_YOUR INSTRUCTIONS_
Return a copy of each line in the listing that includes the word "scaled".

>>>>

class Panel:
    """A validated long panel indexed by (unit, time), sorted, one column per variable.

    Make one with :func:`load_panel`. Attributes return copies, so a caller cannot change the panel.
    """

    def __init__(self, frame: pd.DataFrame, *, audit: pd.DataFrame, meta: Mapping[str, Any]) -> None:
        self._frame = frame
        self._audit = audit.reset_index(drop=True)
        self._meta = dict(meta)

    @classmethod
    def from_arrays(cls, columns: Mapping[str, Any], *, units: Sequence[str] | None = None,
                    years: Sequence[int] | None = None, unit: str = "unit",
                    time: str = "year") -> Panel:
        """A balanced panel from arrays of shape ``(T, N)`` (years by units), e.g. for simulations.

        Units default to ``u001, u002, ...`` and years to ``1..T``. NaN marks a missing cell (and is
        audited); non-finite values other than NaN raise.

        Examples
        --------
        >>> import numpy as np
        >>> Panel.from_arrays({"y": np.arange(6.0).reshape(3, 2)}).frame.shape
        (6, 1)
        """
        arrays = {str(k): np.asarray(v, dtype=float) for k, v in columns.items()}
        if not arrays:
            raise DataError("from_arrays needs at least one column.")
        shapes = {a.shape for a in arrays.values()}
        if len(shapes) != 1 or len(next(iter(shapes))) != 2:
            raise DataError(f"from_arrays needs arrays of one shape (T, N); got {sorted(shapes)}.")
        n_years, n_units = next(iter(shapes))
        unit_names = [f"u{i + 1:03d}" for i in range(n_units)] if units is None else [str(u) for u in units]
        year_values = np.arange(1, n_years + 1) if years is None else np.asarray(years, dtype=np.int64)
        if len(unit_names) != n_units or len(set(unit_names)) != n_units or year_values.size != n_years:
            raise DataError(f"from_arrays: {n_units} distinct unit names and {n_years} years are needed.")
        if np.any(np.diff(year_values) <= 0):
            raise DataError("from_arrays: years must be increasing.")
        for name, values in arrays.items():
            if np.isinf(values).any():
                raise DataError(f"from_arrays: column '{name}' has infinite values.")
        order = np.argsort(unit_names, kind="stable")
        index = pd.MultiIndex.from_product([[unit_names[i] for i in order], year_values],
                                           names=[unit, time])
        frame = pd.DataFrame({k: v[:, order].T.ravel() for k, v in arrays.items()}, index=index)
        has_missing = any(np.isnan(v).any() for v in arrays.values())
        notes = _loading.missing_notes(frame, list(arrays)) if has_missing else []
        audit = pd.DataFrame(notes, columns=_loading.AUDIT_COLUMNS)
        return cls(frame, audit=audit, meta={"source": "arrays", "unit": unit, "time": time, "basis": {}})

    # ----------------------------------------------------------------- views
    @property
    def frame(self) -> pd.DataFrame:
        """The data, indexed by (unit, time); a copy."""
        return self._frame.copy()

    @property
    def audit(self) -> pd.DataFrame:
        """Everything not used: missing cells, gaps, excluded units or columns, and why."""
        return self._audit.copy()

    @property
    def meta(self) -> dict[str, Any]:
        """Source, unit and time column names, accounting bases of pressure columns."""
        return dict(self._meta)

    @property
    def unit_name(self) -> str:
        """Name of the unit column in the source (e.g. ``"country"``)."""
        return str(self._meta["unit"])

    @property
    def time_name(self) -> str:
        """Name of the time column in the source (e.g. ``"year"``)."""
        return str(self._meta["time"])

    @property
    def units(self) -> tuple[str, ...]:
        """Unit labels, sorted."""
        return tuple(self._frame.index.get_level_values(0).unique())

    @property
    def years(self) -> tuple[int, ...]:
        """All years present for any unit, sorted."""
        return tuple(int(y) for y in np.unique(self._frame.index.get_level_values(1)))

    @property
    def columns(self) -> tuple[str, ...]:
        """Variable names."""
        return tuple(self._frame.columns)

    @property
    def is_balanced(self) -> bool:
        """True when every unit has a row for every year and no cell is missing."""
        n_units, n_years = len(self.units), len(self.years)
        return len(self._frame) == n_units * n_years and not self._frame.isna().any().any()

    def basis(self, column: str) -> str | None:
        """The accounting basis of a pressure column (``"territorial"``/``"consumption"``) if stated."""
        return self._meta.get("basis", {}).get(column)

    def require(self, *columns: str) -> None:
        """Raise :class:`DataError` (with a suggestion) if any column is not in the panel."""
        check_columns(list(columns), list(self.columns))

    def series(self, unit: str, column: str, *, dropna: bool = False) -> pd.Series:
        """One unit's series of one column, indexed by year."""
        self.require(column)
        if unit not in self.units:
            raise DataError(f"unit '{unit}' is not in the panel."
                            f"{suggest(unit, self.units)}")
        values = self._frame.loc[unit, column].copy()
        values.index = values.index.astype(int)
        values.index.name = self.time_name
        values.name = column
        return values.dropna() if dropna else values

    def wide(self, column: str) -> pd.DataFrame:
        """One column as a table of years (rows) by units (columns)."""
        self.require(column)
        return self._frame[column].unstack(level=0).sort_index()

    def gaps(self) -> pd.DataFrame:
        """Audit rows about missing cells and absent years."""
        mask = self._audit["reason"].isin(["missing value", "gap: no row for these years"])
        return self._audit.loc[mask].reset_index(drop=True)

    def describe(self) -> pd.DataFrame:
        """Per variable: units with data, first and last year, observations, missing cells."""
        rows = []
        for name in self.columns:
            present = self._frame[name].dropna()
            years = present.index.get_level_values(1)
            rows.append({"column": name, "basis": self.basis(name) or "",
                         "units": present.index.get_level_values(0).nunique(),
                         "first_year": int(years.min()) if len(years) else None,
                         "last_year": int(years.max()) if len(years) else None,
                         "observations": int(present.size),
                         "missing": int(self._frame[name].isna().sum())})
        return pd.DataFrame(rows)

    def __repr__(self) -> str:
        years = self.years
        span = f"{years[0]}:{years[-1]}" if years else "none"
        return (f"Panel({len(self.units)} units, years {span}, {len(self._frame)} rows, "
                f"columns={list(self.columns)}, audit rows={len(self._audit)})")

    # ------------------------------------------------------------ selections
    def window(self, window: Window | str) -> Panel:
        """The rows with ``start <= time <= end`` (inclusive)."""
        start, end = check_window(window, self.years)
        times = self._frame.index.get_level_values(1)
        return self._replace(self._frame.loc[(times >= start) & (times <= end)])

    def select(self, units: Iterable[str]) -> Panel:
        """The rows of the given units (every name must exist)."""
        chosen = list(units)
        check_columns(chosen, list(self.units), what="unit")
        mask = self._frame.index.get_level_values(0).isin(chosen)
        return self._replace(self._frame.loc[mask])

    def arrays(self, columns: str | Sequence[str], *, window: Window | str | None = None,
               span: str = "common", gaps: str = "raise", short: str = "raise",
               constant: str = "raise", min_years: int = 2, require_units: int = 1,
               purpose: str = "this method") -> PanelArrays:
        """Columns as one array ``values[t, i, j]`` with years, units and what was left out.

        The package's one adapter from a panel to arrays (see ``evidence._arrays``).

        Parameters
        ----------
        columns : str or list of str
            Columns, in the order of the last axis.
        window : (start, end), optional
            Only these years (inclusive).
        span : {"common", "own"}
            ``common``: the years every kept unit covers; ``own``: each unit's span, NaN outside.
        gaps : {"raise", "exclude", "longest"}
            A missing year or cell inside a unit's span raises naming the unit and year, excludes
            the unit, or keeps the unit's longest complete run.
        short, constant : {"raise", "exclude"}
            A unit with fewer than ``min_years`` complete years, or a constant column.
        require_units : int
            Fewest units that must remain.

        Returns
        -------
        PanelArrays
            ``values`` ``(T, N, k)``, ``years``, ``units``, ``columns`` and ``excluded`` (unit,
            column, years, reason): trimmed ends, gaps, short or constant units.
        """
        cols = [columns] if isinstance(columns, str) else list(columns)
        self.require(*cols)
        source = self.window(window) if window is not None else self
        return panel_arrays(source._frame, cols, span=span, gaps=gaps, short=short, constant=constant,
                            min_years=min_years, purpose=purpose, time_name=self.time_name,
                            require_units=require_units)

    # -------------------------------------------------------- derived series
    def with_column(self, name: str, values: pd.Series) -> Panel:
        """Add (or replace) a column from a Series indexed like :attr:`frame`."""
        if not isinstance(values, pd.Series):
            raise DataError(f"with_column('{name}') needs a pandas Series indexed by (unit, time).")
        return self._with(name, values.reindex(self._frame.index))

    def with_difference(self, column: str, *, name: str | None = None) -> Panel:
        """Add ``diff_<column>``, the change from the previous year (NaN after a gap or first year)."""
        self.require(column)
        values = self._frame[column]
        times = pd.Series(self._frame.index.get_level_values(1), index=self._frame.index)
        consecutive = (times - times.groupby(level=0).shift(1)) == 1
        change = values - values.groupby(level=0).shift(1)
        return self._with(name or derived_name("diff", column), change.where(consecutive))

    def with_log(self, column: str, *, name: str | None = None) -> Panel:
        """Add ``log_<column>``; a zero or negative value raises naming unit and year."""
        self.require(column)
        values = self._frame[column]
        check_positive(values, column, self.time_name)
        return self._with(name or derived_name("log", column), np.log(values))

    def with_per_capita(self, column: str, population: str, *, name: str | None = None) -> Panel:
        """Add ``<column>_per_capita`` = column / population (population must be positive)."""
        self.require(column, population)
        check_positive(self._frame[population], population, self.time_name, purpose="a divisor")
        return self._with(name or derived_name("per_capita", column),
                          self._frame[column] / self._frame[population])

    def with_intensity(self, pressure: str, activity: str, *, name: str | None = None) -> Panel:
        """Add ``<pressure>_per_<activity>``, the intensity pressure / activity."""
        self.require(pressure, activity)
        check_positive(self._frame[activity], activity, self.time_name, purpose="a divisor")
        return self._with(name or derived_name("per", pressure, activity),
                          self._frame[pressure] / self._frame[activity])

    def with_growth(self, column: str, *, kind: str = "log", name: str | None = None) -> Panel:
        """Add the annual growth of ``column``: ``kind="log"`` (log difference) or ``"percent"``.

        Growth is set only between consecutive years; the first year of a unit, and a year after a
        gap or a missing value, get NaN.
        """
        self.require(column)
        kind = check_choice("kind", kind, ("log", "percent"))
        values = self._frame[column]
        if kind == "log":
            check_positive(values, column, self.time_name)
        previous = values.groupby(level=0).shift(1)
        times = pd.Series(self._frame.index.get_level_values(1), index=self._frame.index)
        consecutive = (times - times.groupby(level=0).shift(1)) == 1
        growth = np.log(values / previous) if kind == "log" else values / previous - 1.0
        return self._with(name or derived_name("growth", column), growth.where(consecutive))

    def with_index(self, column: str, base_year: int, *, name: str | None = None) -> Panel:
        """Add ``<column>_index<base>`` = 100 × value / value in ``base_year``, per unit."""
        self.require(column)
        if base_year not in self.years:
            raise SpecError(f"base_year={base_year} is not a year of the panel "
                            f"({self.years[0]}:{self.years[-1]}).")
        values = self._frame[column]
        base = values.xs(base_year, level=1, drop_level=True)
        lacking = [u for u in self.units if u not in base.index or pd.isna(base.get(u))]
        if lacking:
            raise DataError(f"unit '{lacking[0]}' has no value of '{column}' in base year "
                            f"{base_year}; choose another base year or drop the unit.")
        zero = base[base == 0]
        if len(zero):
            raise DataError(f"unit '{zero.index[0]}' has '{column}' = 0 in base year {base_year}; "
                            "an index needs a non-zero base.")
        units = self._frame.index.get_level_values(0)
        scaled = 100.0 * values / base.reindex(units).to_numpy()
        return self._with(name or f"{column}_index{base_year}", scaled)

    def compound_rate(self, column: str, window: Window | str | None = None) -> pd.Series:
        """Compound annual growth rate per unit over a window: ``(x_end / x_start)^(1/(end-start)) - 1``.

        A unit without a positive value in both end years gets NaN (and stays in the result).

        Examples
        --------
        >>> import pandas as pd
        >>> frame = pd.DataFrame({"unit": ["A", "A", "A"], "year": [2000, 2001, 2002],
        ...                       "gdp": [100.0, 110.0, 121.0]})
        >>> round(float(load_panel(frame).compound_rate("gdp").loc["A"]), 6)
        0.1
        """
        self.require(column)
        start, end = (check_window(window, self.years) if window is not None
                      else (self.years[0], self.years[-1]))
        wide = self.wide(column).reindex([start, end])
        first, last = wide.loc[start], wide.loc[end]
        valid = (first > 0) & (last > 0)
        rate = (last / first.where(valid)) ** (1.0 / (end - start)) - 1.0
        rate.name = f"{column}_cagr_{start}_{end}"
        return rate.reindex(list(self.units))

    # -------------------------------------------------------------- internal
    def _with(self, name: str, values: pd.Series) -> Panel:
        frame = self._frame.copy()
        frame[name] = values.astype(float)
        return Panel(frame, audit=self._audit, meta=self._meta)

    def _replace(self, frame: pd.DataFrame) -> Panel:
        if frame.empty:
            raise DataError("the selection leaves no rows.")
        return Panel(frame.copy(), audit=self._audit, meta=self._meta)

<<<<

_WRITTEN RESPONSE_
        scaled = 100.0 * values / base.reindex(units).to_numpy()
        return self._with(name or f"{column}_index{base_year}", scaled)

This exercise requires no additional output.